My outlook: Savings rates will continue to drift lower for the next 12-18 months before beginning to move higher. How high and how fast they move will depend on the government's ability to stop bickering and put a sound budget in place, the continuation of a recent economic uptick, technological advances, and the ability of Europe to put its woes behind it and resolve its fiscal problems.

Check in every week for a discussion of these factors are changing and how they impact my rate forecast. Feel free to comment with your thoughts below and add any potential Black Swans that may change the course of the economy and rates.

Savings Accounts or CDs?

The data shows that opening a savings account is a better bet than a 1-3 year term CD and I expect this to hold through 2013. Many online banks have raised their savings rates over the past six months while CD rates continue to fall.

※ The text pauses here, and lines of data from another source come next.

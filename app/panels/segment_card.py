"""Segment Card: every field of the selected segment, edited through undoable commands.

The card reads the Document's selected segment; when the model changes (an edit, undo,
redo, a new selection) it refreshes its widgets with their signals blocked, so showing a
value never sends it back as an edit. Entries go through the one edit/refuse path of
:mod:`app.panels.editing`: an entry the model refuses is marked in place with the reason, in
the user's words and units, and nothing changes.

The card holds the segment and pipe fields itself; the electric tracing is
:mod:`app.panels.heater_box`, the insulation and fittings tables are
:mod:`app.panels.layer_fitting_tables`, the heat sinks :mod:`app.panels.heat_sinks_table` and the
surroundings section is :mod:`app.panels.surroundings_box`.
"""

from __future__ import annotations

from typing import Optional

from PySide6.QtCore import Qt
from PySide6.QtWidgets import (
    QComboBox,
    QFrame,
    QGroupBox,
    QHBoxLayout,
    QLabel,
    QLineEdit,
    QScrollArea,
    QVBoxLayout,
    QWidget,
)

from app import commands, units
from app.panels.editing import (
    HINT_STYLE,
    EditorPanel,
    error_hint,
    hint,
    push_edit,
    refusal_text,
    section,
    set_combo_data,
)
from app.panels.fouling_field import FoulingField
from app.panels.heat_sinks_table import HeatSinksBox
from app.panels.heater_box import HeaterBox
from app.panels.layer_fitting_tables import FittingsBox, InsulationLayersBox
from app.panels.resistance_bar import HeatPathBox
from app.panels.steam_tracer_box import SteamTracerBox
from app.panels.surroundings_box import SurroundingsBox
from app.panels.tracing_need import TracingNeedBox
from app.widgets.elided import ElidedComboBox, ElidedLabel
from app.widgets.quantity_edit import QuantityEdit
from solver import catalogue
from solver.errors import CalorunError

INSIDE_FOULING_HINT = "Deposit on the bore, per m² of inside surface; 0 = clean. ▾ lists published typical values."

So for now, here are my recommendations:

For money you want to keep liquid, go with online savings accounts. They offer better rates than 1-3 year CDs and have shown good rate stability over the past year.

For longer-term money, look to open 4-5 year CDs at local community banks. BestCashCow research has shown that community banks and credit unions offer the most competitive rates on longer-maturity CDs.

I believe this is the best and easiest strategy for keeping your cash liquid and maximizing your savings over the next year.

Make the best of a tough savings situation in 2013

Yields may be low in 2013 but a savvy saver can boost the return with no increase in rate by rate shopping. By shopping around, a saver can earn an extra half to full percentage point. On $100,000, that's $1,000 in extra cash per year. Remember, even in today's environment, there is competition for your cash.

As always, I welcome your thoughts and comments.